BEGIN PROVIDED RECORDS

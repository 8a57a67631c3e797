package cascade

import (
	"testing"

	"pgregory.net/rapid"

	"kilovet/hv/chance"
	"kilovet/hv/quantity"
)

// No other number of stages gives more, whichever the kind.
func TestNoOtherNumberOfStagesGivesMore(t *testing.T) {
	chance.Check(t, func(t *rapid.T) {
		kind := rapid.SampledFrom(kinds).Draw(t, "kind")
		c := Cascade{Symmetrical: kind.symmetrical, Square: kind.square, Peak: 1000, Frequency: 1000, ForwardDrop: 3}.WithEqual(1, 1e-9)
		load := quantity.Current(rapid.Float64Range(1e-6, 2.9e-4).Draw(t, "load"))
		o, err := c.StagesForMostOutput(load)
		if err != nil {
			t.Fatal(err)
		}
		same(t, c.WithEqual(o.Stages, 1e-9).climb(load).Output.Mean, o.Mean, 1000*quantity.Voltage(o.Stages))
		for n := max(1, o.Stages-3); n <= o.Stages+3; n++ {
			if v := c.WithEqual(n, 1e-9).climb(load).Output.Mean; v > o.Mean*(1+1e-9) {
				t.Errorf("%d stages give %g, %d are said to give most, %g", n, v, o.Stages, o.Mean)
			}
		}
		if d := o.Unrounded - float64(o.Stages); d > 1 || d < -1 {
			t.Errorf("%g rounded to %d", o.Unrounded, o.Stages)
		}
	})
}

// The short form is √(peak f C/I), and at it two thirds of the no-load voltage are
// left: V = (4/3) n peak (C. L. Wadhwa, High Voltage Engineering, example 2.1; Naidu
// and Kamaraju, example 6.1; both read in transcriptions). The full form gives less.
func TestShortForm(t *testing.T) {
	c := naidu()
	c.Peak, c.Frequency = 100e3, 150
	load := quantity.Current(100e3 * 150 * 50e-9 / 900) // √… = 30
	o, err := c.StagesForMostOutput(load)
	if err != nil {
		t.Fatal(err)
	}
	near(t, "unrounded", o.ShortUnrounded, 30, 1e-9)
	if o.ShortStages != 30 {
		t.Errorf("%d stages", o.ShortStages)
	}
	n := float64(o.ShortStages)
	q := float64(c.perPeriod(load, 50e-9))
	near(t, "(4/3) n peak", 2*n*100e3-2./3*n*n*n*q, 4./3*n*100e3, 1e-9)
	near(t, "full form at 30 stages", float64(c.WithEqual(30, 50e-9).climb(load).Output.Mean), 3949e3, 1e-3)
	if o.Mean >= 4000e3 || o.Unrounded >= 30 {
		t.Errorf("full form: %g stages, %g V", o.Unrounded, o.Mean)
	}
}

// A symmetrical cascade bears twice the stages, by the leading term.
func TestSymmetricalOptimumIsTwice(t *testing.T) {
	c := Cascade{Peak: 1000, Frequency: 1000}.WithEqual(1, 1e-9)
	half, _ := c.StagesForMostOutput(1e-6)
	c.Symmetrical = true
	full, _ := c.StagesForMostOutput(1e-6)
	near(t, "ratio", full.ShortUnrounded/half.ShortUnrounded, 2, 1e-9)
}
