package cascade

import (
	"kilovet/hv/lack"
	"kilovet/hv/quantity"
)

// TextbookDrop is the drop the books print for a half-wave cascade, to compare
// with: it lets every smoothing capacitor lose the charge of a whole period before
// the coupling capacitors are refilled. With equal capacitors it is
// I/(fC) (2n³/3 + n²/2 − n/6); the drop of the maximum lies n(n−1)/4 below, that of
// the mean n/2 above.
//
// Source: M. S. Naidu and V. Kamaraju, High Voltage Engineering, example 6.1 (read
// in a transcription of the book's examples); for lists of capacitors derived.
func (c Cascade) TextbookDrop(load quantity.Current) (quantity.Voltage, error) {
	if err := c.solvable(load); err != nil {
		return 0, err
	}
	if c.Symmetrical || c.Square {
		return 0, lack.Range("the textbook drop is that of a half-wave cascade with a sine drive")
	}
	var drop quantity.Voltage
	for k := range c.Smoothing {
		m := quantity.Voltage(c.Stages() - k)
		drop += m*m*c.perPeriod(load, c.Coupling[k]) + m*(m-1)*c.perPeriod(load, c.Smoothing[k])
	}
	return drop, nil
}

END PROVIDED RECORDS

> EXERCISE GOAL
What is needed is every line from the start of the entries through the line containing "for n := max(1, o.Stages-3);", returned word for word and nothing else.

> SOLVED PROBLEM
repository 8a57a67631c3e797
package cascade

import (
	"testing"

	"pgregory.net/rapid"

	"kilovet/hv/chance"
	"kilovet/hv/quantity"
)

// No other number of stages gives more, whichever the kind.
func TestNoOtherNumberOfStagesGivesMore(t *testing.T) {
	chance.Check(t, func(t *rapid.T) {
		kind := rapid.SampledFrom(kinds).Draw(t, "kind")
		c := Cascade{Symmetrical: kind.symmetrical, Square: kind.square, Peak: 1000, Frequency: 1000, ForwardDrop: 3}.WithEqual(1, 1e-9)
		load := quantity.Current(rapid.Float64Range(1e-6, 2.9e-4).Draw(t, "load"))
		o, err := c.StagesForMostOutput(load)
		if err != nil {
			t.Fatal(err)
		}
		same(t, c.WithEqual(o.Stages, 1e-9).climb(load).Output.Mean, o.Mean, 1000*quantity.Voltage(o.Stages))
		for n := max(1, o.Stages-3); n <= o.Stages+3; n++ {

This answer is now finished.